Adding to the turmoil, Vedanta’s primary stakeholder, Twin Star Holdings, disclosed its intention to divest a 4.30% stake in the company. This move, aimed at alleviating the debt burden of Vedanta Resources, has sent ripples through the market, contributing to the downward trajectory of Vedanta’s shares. The offered price for the shares in this stake sale was set at Rs 258.50 apiece, further influencing the stock’s valuation.
It’s noteworthy that Vedanta’s official stance on this potential stake sale is yet to be articulated. The day’s trading on the Bombay Stock Exchange (BSE) exhibited exceptionally high activity, with a trading volume of about 1.68 crore shares—far surpassing the two-week average of 5.57 lakh shares. The total turnover on the exchange stood at Rs 431.19 crore, contributing to the company’s market capitalization of Rs 94,063.66 crore.
Digging deeper into Vedanta’s financials, the company’s shareholding pattern as of June 2023 indicated that promoters retained a sizable 68.11% stake in the firm.

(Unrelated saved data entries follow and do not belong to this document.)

static void
draw_marker_dots(draw *d)
{
    double r = MARKER_R * d->f;
    for (size_t i = 0; i < d->p->nmarkers; i++) {
        double x = plot_x_pt(d->L, d->p->markers[i].x);
        double y = plot_y_pt(d->L, d->p->markers[i].y);
        if (!inside_axes(d->L, x, y))
            continue;
        cairo_new_sub_path(d->cr);
        cairo_arc(d->cr, x, y, r, 0, 2 * G_PI);
        cairo_set_source_rgb(d->cr, 1, 1, 1);
        cairo_set_line_width(d->cr, 2 * MARKER_RING * d->f);
        cairo_stroke_preserve(d->cr);
        cairo_set_source_rgb(d->cr, INK[0], INK[1], INK[2]);
        cairo_fill(d->cr);
    }
}

/* Place every marker label: beside its dot in the quadrant (right-above,
 * right-below, left-above, left-below, in that preference) that stays
 * inside the axes and covers the least line ink. */
static void
place_marker_labels(draw *d)
{
    const plot_layout *L = d->L;
    double size = LEGEND_SIZE * d->f, off = 0.55 * d->f;
    for (size_t i = 0; i < d->p->nmarkers; i++) {
        const plot_marker *mk = &d->p->markers[i];
        marker_label *ml = &d->mlabels[i];
        ml->placed = 0;
        double x = plot_x_pt(L, mk->x), y = plot_y_pt(L, mk->y);
        if (!mk->label || !inside_axes(L, x, y))
            continue;
        double w, h, best = INFINITY;
        plot_text_size(d->pc, mk->label, size, &w, &h);
        for (int q = 0; q < 4; q++) {
            double r[4] = {q < 2 ? x + off : x - off - w,
                           q % 2 == 0 ? y - off - h : y + off, w, h};
            int in = r[0] >= L->ax_x && r[0] + w <= L->ax_x + L->ax_w &&
                     r[1] >= L->ax_y && r[1] + h <= L->ax_y + L->ax_h;
            double score = line_ink(d, r) + (in ? 0 : 1e6);
            for (size_t j = 0; j < d->p->nmarkers; j++) {
                double mx = plot_x_pt(L, d->p->markers[j].x);
                double my = plot_y_pt(L, d->p->markers[j].y);
                if (j != i && mx >= r[0] - off && mx <= r[0] + w + off &&
                    my >= r[1] - off && my <= r[1] + h + off)
                    score += 1000;
            }
            if (score < best - 1e-9) {
                best = score;
                memcpy(ml->box, r, sizeof r);
                ml->hal = q < 2 ? H_LEFT : H_RIGHT;
            }
        }
        ml->placed = 1;
    }
}

static void
draw_marker_labels(draw *d)
{
    for (size_t i = 0; i < d->p->nmarkers; i++) {
        const marker_label *ml = &d->mlabels[i];
        if (ml->placed)
            text_at(d, d->p->markers[i].label, LEGEND_SIZE * d->f,
                    ml->hal == H_LEFT ? ml->box[0] : ml->box[0] + ml->box[2],
                    ml->box[1], ml->hal, V_TOP, 1);
    }
}

/* ---- Frame, ticks and labels ----------------------------------------- */

/* Minor subdivisions of a 1-2-5 step: 5, 4, 5. */
static double
minor_step(double step)
{
    double mant = step / pow(10, floor(log10(step) + 1e-9));
    return step / (fabs(mant - 2) < 0.5 ? 4 : 5);
}

/* Tick marks along one side (inward, or outward over a map), major at
 * the axis step and minor between. @side: 0 bottom, 1 top, 2 left,
 * 3 right; @secondary: the values are the top axis's, placed through its
 * inverse transform. */
static void
side_ticks(draw *d, const plot_axis *a, int side, const dk_plot *p,
           int secondary)
{
    const plot_layout *L = d->L;
    double f = d->f;
    double ms = minor_step(a->step);
    double dir = L->ticks_out ? -1 : 1;
    double k0 = ceil(a->lo / ms - 1e-9), k1 = floor(a->hi / ms + 1e-9);
    for (double k = k0; k <= k1; k++) {
        double v = k * ms;
        int major = fmod(fabs(k), (double)lround(a->step / ms)) == 0;
        double len = (major ? TICK_MAJOR : TICK_MINOR) * f;
        double pos;
        if (side <= 1) {
            double x = secondary ? p->from_top(v, p->top_params) : v;
            pos = plot_x_pt(L, x);
            if (pos < L->ax_x - 1e-6 || pos > L->ax_x + L->ax_w + 1e-6)
                continue;
            double y0 = side == 0 ? L->ax_y + L->ax_h : L->ax_y;
            cairo_move_to(d->cr, pos, y0);
            cairo_line_to(d->cr, pos, side == 0 ? y0 - dir * len
                                                : y0 + dir * len);
        } else {
            pos = plot_y_pt(L, v);
            if (pos < L->ax_y - 1e-6 || pos > L->ax_y + L->ax_h + 1e-6)
                continue;
            double x0 = side == 2 ? L->ax_x : L->ax_x + L->ax_w;
            cairo_move_to(d->cr, x0, pos);
            cairo_line_to(d->cr, side == 2 ? x0 + dir * len : x0 - dir * len,
                          pos);
        }
    }
}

As for its financial health, Vedanta revealed a net debt of approximately Rs 59,200 crore for Q1 FY24, with the net debt-to-EBITDA ratio rising to 1.88 times during the June quarter, compared to 1.28 times in the previous quarter.
In a positive stride, Vedanta highlighted its achievement of reducing debt by $3 billion within a span of 14 months, following its announcement in February 2022 to expedite deleveraging and target a $4 billion debt reduction within three years. This accomplishment marks a substantial 75% progress towards the set debt reduction goal.
Amidst these developments, the broader Indian stock market witnessed a continued decline during afternoon trading. The downward trend was largely driven by the underperformance of banking, financial, technology, consumer, realty, and energy sectors, contributing to the overall market sentiment.